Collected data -
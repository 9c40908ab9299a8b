// What every way of running the app shares: the database ready (cluster up, migrated, demo data), a session
// secret, and the server started as a child process that we can wait for and stop.
import { randomBytes } from 'node:crypto';
import { existsSync, mkdirSync, readFileSync, writeFileSync } from 'node:fs';
import { spawn, type ChildProcess } from 'node:child_process';
import { join } from 'node:path';
import { ensureDatabase, projectRoot, startCluster, type Cluster } from './postgres.ts';
import { sh } from './run.ts';

/** node with the tsx loader: runs a TypeScript file without a build step. */
export function tsx(file: string, args: string[] = []): [string, string[]] {
  return [process.execPath, ['--import', 'tsx', join(projectRoot, file), ...args]];
}

function sessionSecret(): string {
  if (process.env.SESSION_SECRET) return process.env.SESSION_SECRET;
  const dir = join(projectRoot, '.data');
  const file = join(dir, 'session-secret');
  if (!existsSync(file)) {
    mkdirSync(dir, { recursive: true });
    writeFileSync(file, randomBytes(32).toString('hex'), { mode: 0o600 });
  }
  return readFileSync(file, 'utf8').trim();
}

export interface PreparedDb {
  cluster: Cluster;
  startedCluster: boolean;
  env: NodeJS.ProcessEnv;
}

/** Cluster up, database created (fresh when asked), migrations run, demo data seeded when absent. */
export async function prepareDatabase(database: string, opts: { fresh?: boolean; seed?: boolean } = {}): Promise<PreparedDb> {
  const { cluster, started } = startCluster();
  const url = await ensureDatabase(cluster, database, opts.fresh ?? false);
  const env: NodeJS.ProcessEnv = { ...process.env, DATABASE_URL: url, SESSION_SECRET: sessionSecret() };
  sh(...tsx('scripts/migrate.ts'), { env, cwd: projectRoot });
  if (opts.seed ?? true) sh(...tsx('scripts/seed.ts'), { env, cwd: projectRoot });
  return { cluster, startedCluster: started, env };
}

export function buildClient(): void {
  sh(process.execPath, [join(projectRoot, 'node_modules/vite/bin/vite.js'), 'build', '--logLevel', 'warn'], { cwd: projectRoot });
}

export function startServer(env: NodeJS.ProcessEnv, opts: { watch?: boolean } = {}): ChildProcess {
  const [cmd, args] = opts.watch
    ? [process.execPath, [join(projectRoot, 'node_modules/tsx/dist/cli.mjs'), 'watch', join(projectRoot, 'server/index.ts')]]
    : tsx('server/index.ts');
  return spawn(cmd, args, { env, cwd: projectRoot, stdio: 'inherit' });
}

/** Polls /api/health until the server answers with the database up. */
export async function waitForHealth(baseUrl: string, timeoutMs = 60_000): Promise<void> {
  const until = Date.now() + timeoutMs;
  let last = '';
  while (Date.now() < until) {
    try {
      const res = await fetch(`${baseUrl}/api/health`);
      if (res.ok) return;
      last = `HTTP ${res.status}`;
    } catch (err) {
      last = err instanceof Error ? err.message : String(err);
    }
    await new Promise((r) => setTimeout(r, 250));
  }
  throw new Error(`the server at ${baseUrl} did not become healthy in ${timeoutMs} ms (${last})`);
}

export function stopProcess(child: ChildProcess, timeoutMs = 10_000): Promise<void> {
  if (child.exitCode !== null || child.signalCode !== null) return Promise.resolve();
  return new Promise((resolve) => {
    const timer = setTimeout(() => child.kill('SIGKILL'), timeoutMs);
    child.once('exit', () => {
      clearTimeout(timer);
      resolve();
    });
    child.kill('SIGTERM');
  });
}
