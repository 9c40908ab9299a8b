import request from 'supertest';
import { afterAll, beforeAll, describe, expect, it } from 'vitest';
import { healthResponseSchema } from '@shared/api/errors';
import { createApp, disposeApp } from '../../server/app';
import { createTestContext, type TestContext } from '../support/test-app';

describe('GET /api/health', () => {
  let ctx: TestContext;
  beforeAll(async () => {
    ctx = await createTestContext();
  });
  afterAll(() => ctx.close());

  it('reports the database up', async () => {
    const res = await request(ctx.app).get('/api/health').expect(200);
    expect(healthResponseSchema.parse(res.body)).toEqual({ ok: true, db: 'up' });
  });

  it('answers without creating a session', async () => {
    const res = await request(ctx.app).get('/api/health').expect(200);
    expect(res.headers['set-cookie']).toBeUndefined();
  });

  it('reports 503 when the database cannot be reached', async () => {
    // Nothing listens on port 1; the probe's own connection fails at once.
    const app = createApp({ orm: ctx.orm, config: { ...ctx.config, databaseUrl: 'postgres://slotwright@127.0.0.1:1/none' }, workers: ctx.workers });
    try {
      const res = await request(app).get('/api/health');
      expect(res.status).toBe(503);
      expect(res.body).toEqual({ ok: false, db: 'down' });
      expect(res.headers['retry-after']).toBe('5');
    } finally {
      await disposeApp(app);
    }
  });

  it('an app given no session store opens its own PostgreSQL store and closes it on dispose', async () => {
    const app = createApp({ orm: ctx.orm, config: ctx.config });
    try {
      const res = await request(app).get('/api/auth/csrf').expect(200);
      expect(res.body.token).toEqual(expect.any(String));
      const cookie = String(res.headers['set-cookie']).split(';')[0];
      const rows = await ctx.orm.em.fork().getConnection().execute('select count(*)::int as n from "session"');
      expect(rows[0].n).toBeGreaterThan(0);
      expect(cookie).toMatch(/^slotwright\.sid=/);
    } finally {
      await disposeApp(app);
    }
  });
});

Directions -
Count up the lines above in which the word "headers" appears, and give nothing but that count.

Answer for the task -
3